After violence erupted at the U.S. Capitol Wednesday afternoon, all elected representatives from the Delaware Valley appear to be safe, according to their Twitter timelines, except for Rep. Brian Fitzpatrick (PA-01). Only Fitzpatrick has not tweeted anything since a mob stormed the Capitol after 2 p.m. and began a brief takeover that included rioters taking over the dais in the U.S. Senate, the office of the Speaker of the House, and more.
There is no evidence or reports that Fitzpatrick has been harmed, but at this point he also has not delivered any communications. A call to his office just before 5 p.m. Eastern was not picked up.
All Republican members of the Pennsylvania delegation were expected to support the many objections to certifying the vote except for Fitzpatrick.
Congresswoman Madeleine Dean (PA-04) gave two updates, each about an hour apart, on her condition, after the rioters stormed the Capitol around 2 p.m. Eastern Time.
Likewise, congresswomen Mary Gay Scanlon (PA-05) and Susan Wild (PA-o7) both confirmed that they were safe and unhurt about an hour after the violence began.
Rep. Chrissy Houlahan (PA-06) made a brief appearance on Fox News after multiple floors of the Capitol had been breached by the rioters.

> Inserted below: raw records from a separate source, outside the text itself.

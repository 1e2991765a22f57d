"""gunicorn settings for a Toeline company server (several worker processes).

    TOELINE_DATA=/var/lib/toeline TOELINE_DATABASE_URL=postgresql://toeline@localhost/toeline \
        gunicorn -c deploy/gunicorn.conf.py

Every setting can be changed from the environment (names below) or on the command line.
Why these values (https://docs.gunicorn.org/en/stable/settings.html):

* ``worker_class = "gthread"``, ``threads``: each worker answers several requests at once on
  threads. A pile save spends most of its time in numpy (the recheck) and waiting on the
  database, and the tablets' requests are short; threads in a process share its caches (the
  pile list, the recheck's).
* ``workers``: processes, each with its own interpreter, so the rechecks of several tablets use
  several cores. About one per core on PostgreSQL; on SQLite keep 2 (WAL lets one writer at a
  time; more processes only queue on the write lock).
* ``preload_app = False``: each worker builds the app after the fork, so it opens its own
  database pool (a connection or a pool thread must never cross a fork).
* ``timeout``: a worker whose main loop is silent this long is restarted. With gthread the loop
  keeps beating while requests run, so this catches a stuck process, not a slow request.
* ``graceful_timeout``: on restart (``kill -HUP``) or stop, requests in hand get this long.
* ``max_requests = 0``: workers are not recycled. A record PDF build runs on a thread of the
  worker that started it; recycling would cut it off (the screen then says "the server stopped
  during the build" and it is started again).
* ``forwarded_allow_ips``: the reverse proxy on the same host (deploy/nginx-toeline.conf); with
  ``TOELINE_PROXY=1`` the app trusts one hop of X-Forwarded-*.
* ``TOELINE_DB_POOL_SIZE``: PostgreSQL connections per worker; threads + 2 (a record build and
  the start-up migration check) unless set. The server's ``max_connections`` must exceed
  workers x pool size (4 x 10 = 40 with the defaults; PostgreSQL's default is 100).
"""

import os

wsgi_app = "deploy.wsgi:app"
bind = os.environ.get("TOELINE_BIND", "127.0.0.1:8000")
workers = int(os.environ.get("TOELINE_WORKERS", "4"))
worker_class = "gthread"
threads = int(os.environ.get("TOELINE_THREADS", "8"))
preload_app = False
timeout = int(os.environ.get("TOELINE_WORKER_TIMEOUT_S", "120"))
graceful_timeout = 60
keepalive = 5
max_requests = 0
forwarded_allow_ips = "127.0.0.1"
accesslog = os.environ.get("TOELINE_ACCESS_LOG", "-")
errorlog = "-"
proc_name = "toeline"
os.environ.setdefault("TOELINE_DB_POOL_SIZE", str(threads + 2))
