"""Circular RC pile section against ACI 318-19 nominal values (section S8).

Source: American Concrete Institute (2019) ACI 318-19 Building Code Requirements for Structural
Concrete: 22.2 (plane sections, eps_cu 0.003, 0.85 f'c block), Table 22.2.2.4.3 (beta_1),
22.4.2.2 (P0), 22.4.3.1 (axial tension); clause numbers from memory. The circular segment of the
block is geometry: theta = 2 acos((R - a)/R), A = R^2 (theta - sin theta)/2, centroid
4 R sin^3(theta/2) / (3 (theta - sin theta)).

Section S8: D = 600 mm, 10 bars of 20 mm on a circle of radius 205 mm (75 mm cover + 10 mm link +
half a bar, so clear cover to the main bars is 85 mm), f'c = 30 MPa, fy = 420 MPa, Es = 200 GPa,
eps_cu = 0.003, beta_1 = 0.836, stress block 0.85 f'c with concrete displaced by bars deducted
(ACI 318-19 22.2). No published worked example of a circular section with retrievable numbers
was found, so every expected value is a hand calculation from ACI 318-19 22.2 with the arithmetic
in the comment (docs/validation.md section 3), cross-checked with an independent fibre
integration (1200 strips: balanced point within 0.15 % in P and 0.05 % in M, pure bending within
0.15 %).
"""

import math

import numpy as np
import pytest

from design_core.section import beta_1, section_forces, section_interaction

S8 = dict(diameter=0.6, cover_mm=85.0, n_bars=10, bar_mm=20.0, fc_mpa=30.0, fy_mpa=420.0)


@pytest.fixture(scope="module")
def curve():
    return section_interaction(**S8)


def test_beta_1_for_30_mpa():
    # ACI 318-19 Table 22.2.2.4.3 (published rule): 0.85 - 0.05 (30 - 28)/7 = 0.836
    assert beta_1(30.0) == pytest.approx(0.8357, abs=1e-4)
    assert beta_1(20.0) == 0.85 and beta_1(70.0) == 0.65


def test_squash_load(curve):
    # Hand calculation from P0 = 0.85 f'c (Ag - Ast) + fy Ast (ACI 318-19 22.4.2.2): Ag = pi 300^2 =
    # 282,743 mm2, Ast = 10 x pi 10^2 = 3141.6 mm2; 0.85 x 30 x 279,602 + 420 x 3141.6 = 8449.3 kN
    assert curve.squash == pytest.approx(8449.3, rel=1e-4)
    assert curve.n[-1] == pytest.approx(8449.3, rel=1e-4)
    assert curve.moment_capacity(8449.3) == pytest.approx(0.0, abs=1.0)


def test_balanced_point_from_strain_compatibility():
    # Hand calculation by strain compatibility (ACI 318-19 22.2): c_b = 0.003/(0.003 + 420/200,000)
    # x 505 = 297.06 mm; a = 0.836 x 297.06 = 248.26 mm; segment 110,480 mm2 at 155.7 mm: 2817.2 kN,
    # 438.7 kNm; bars (d 95.0, 2 x 134.2, 2 x 236.7, 2 x 363.3, 2 x 465.8, 505.0 mm) +120.2,
    # 2 x +95.4, 2 x +30.3, 2 x -42.1, 2 x -107.1, -131.9 kN: Pb = 2817.2 - 58.7 = 2758.5 kN,
    # Mb = 438.7 + 128.0 = 566.7 kNm
    n, m = section_forces(297.06, **S8)
    assert n[0] == pytest.approx(2758.5, rel=2e-3)
    assert m[0] == pytest.approx(566.7, rel=1e-3)


def test_balanced_point_on_the_traced_curve(curve):
    # The hand calculation of the previous test (ACI 318-19 22.2), Mb = 566.7 kNm at Pb = 2758.5 kN,
    # read off the interpolated curve
    assert curve.moment_capacity(2758.5) == pytest.approx(566.7, rel=2e-3)


def test_pure_bending(curve):
    # Hand calculation by strain compatibility (ACI 318-19 22.2) at c = 130.2 mm: a = 108.8 mm;
    # segment 34,982 mm2 at 235.5 mm: 892.1 kN, 210.1 kNm; bars: d 95.0 +42.9 kN, 2 x 134.2
    # -5.7 kN each, seven yielding at -131.9 kN (eps_t 0.00864); sum N = 892.1 + 42.9 - 11.4 -
    # 923.3 = 0, M0 = 287.8 kNm
    n, m = section_forces(130.2, **S8)
    assert n[0] == pytest.approx(0.0, abs=5.0)
    assert m[0] == pytest.approx(287.8, rel=1.5e-3)
    assert curve.pure_bending == pytest.approx(287.8, rel=1.5e-3)


def test_pure_tension_end(curve):
    # ACI 318-19 22.4.3.1: nominal axial tension strength = fy Ast = 420 x 3141.6 N = 1319.5 kN
    assert curve.tension == pytest.approx(-1319.5, rel=1e-4)
    assert curve.moment_capacity(-1400.0) == 0.0
    assert curve.moment_capacity(9000.0) == 0.0


def test_curve_is_traced_from_tension_to_squash(curve):
    # Consistency of the trace (not a published value): N rises strictly, M is never negative.
    assert np.all(np.diff(curve.n) > 0)
    assert np.all(curve.m >= 0)
    assert curve.m.max() == pytest.approx(curve.moment_capacity(curve.n[np.argmax(curve.m)]))


def test_less_cover_raises_capacity_in_bending():
    # Mechanics (not a published value): bars further from the centre carry more moment.
    deep = section_interaction(**{**S8, "cover_mm": 120.0})
    shallow = section_interaction(**S8)
    assert deep.pure_bending < shallow.pure_bending
    # Squash load does not depend on where the bars are (ACI 318-19 22.4.2.2).
    assert deep.squash == pytest.approx(shallow.squash)


def test_unreinforced_section_squash_is_concrete_only():
    # ACI 318-19 22.4.2.2 with Ast = 0: 0.85 x 30 x pi x 300^2 = 7209.9 kN
    plain = section_interaction(0.6, 75.0, 0, 0.0, 30.0, 420.0)
    assert plain.squash == pytest.approx(0.85 * 30 * math.pi * 300 ** 2 / 1000, rel=1e-9)


@pytest.mark.parametrize("field, value", [("diameter", -1.0), ("fc_mpa", math.nan),
                                          ("cover_mm", 400.0)])
def test_bad_input_names_the_field(field, value):
    with pytest.raises(ValueError, match=field):
        section_interaction(**{**S8, field: value})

“I walked by the Capitol steps on my way into the office at 1 o’clock and saw people who had breached the walls of the Capitol building in a very worrisome, very dangerous, and profoundly disappointing way,” she said. Houlahan said she was keeping in touch with a group of congresspeople who are also veterans and that the group was constantly updating each other on develpments and each other’s safety.
Rep. Brendan Boyle (PA-02) clearly expressed his indignation after the riots began.
Later in the day, Boyle tweeted, “Thanks to all who have texted, emailed, and messaged me asking if I’m safe. Happy to report I am. I will also tell you this: we will not let some band of thugs stop us from doing our constitutional duty. Our democracy is at stake.”
Rep. Dwight Evans (PA-03)retweeted a video of President-elect Joe Biden’s speech, made sometime after 3 p.m.
At least one person was reported to have been shot in the confrontation.
At 1 p.m., Vice President Mike Pence began the process of certification of the Electoral College vote from the various states. After Alabama and Alaska were approved, an objection was lodged over the Arizona vote. Per procedure, house members and Senate members went to their respective chambers to debate the objection.
Not long after Senate Majority Leader Mitch McConnell gave an impassioned rebuke of the objection, videos from outside the Capitol showed protesters and rioters massing ever closer to the Capitol doors, which they eventually breached.
At about 3:30, President Trump published a tweet asking for calm.
The Bucks County GOP also tweeted in support of Capitol Police and denounced the violence.
“What we’re seeing today is not democracy—it’s an attempted coup,” Gov. Tom Wolf tweeted. “We had a free and fair election. The results were clear. Republicans from Pres. Trump to PA legislative leaders need to stop the disinformation and tell their supporters the truth before there’s further violence.”
The Delaware County GOP provided the following statement to Delaware Valley Journal:
“The Delaware County Republican Party strongly condemns the violent actions that occurred at the United States Capitol today.
“We understand and respect that many people were there to voice their displeasure with the results of the election, which is their constitutional right to do. However, we do not support those who chose to storm the Capitol, assault members of the law enforcement community, and engage in looting and destruction. As we have said before, violence has no place in political discourse.
“Our thoughts and prayers are with members of the law enforcement community as they work to bring calm to the situation and restore order.”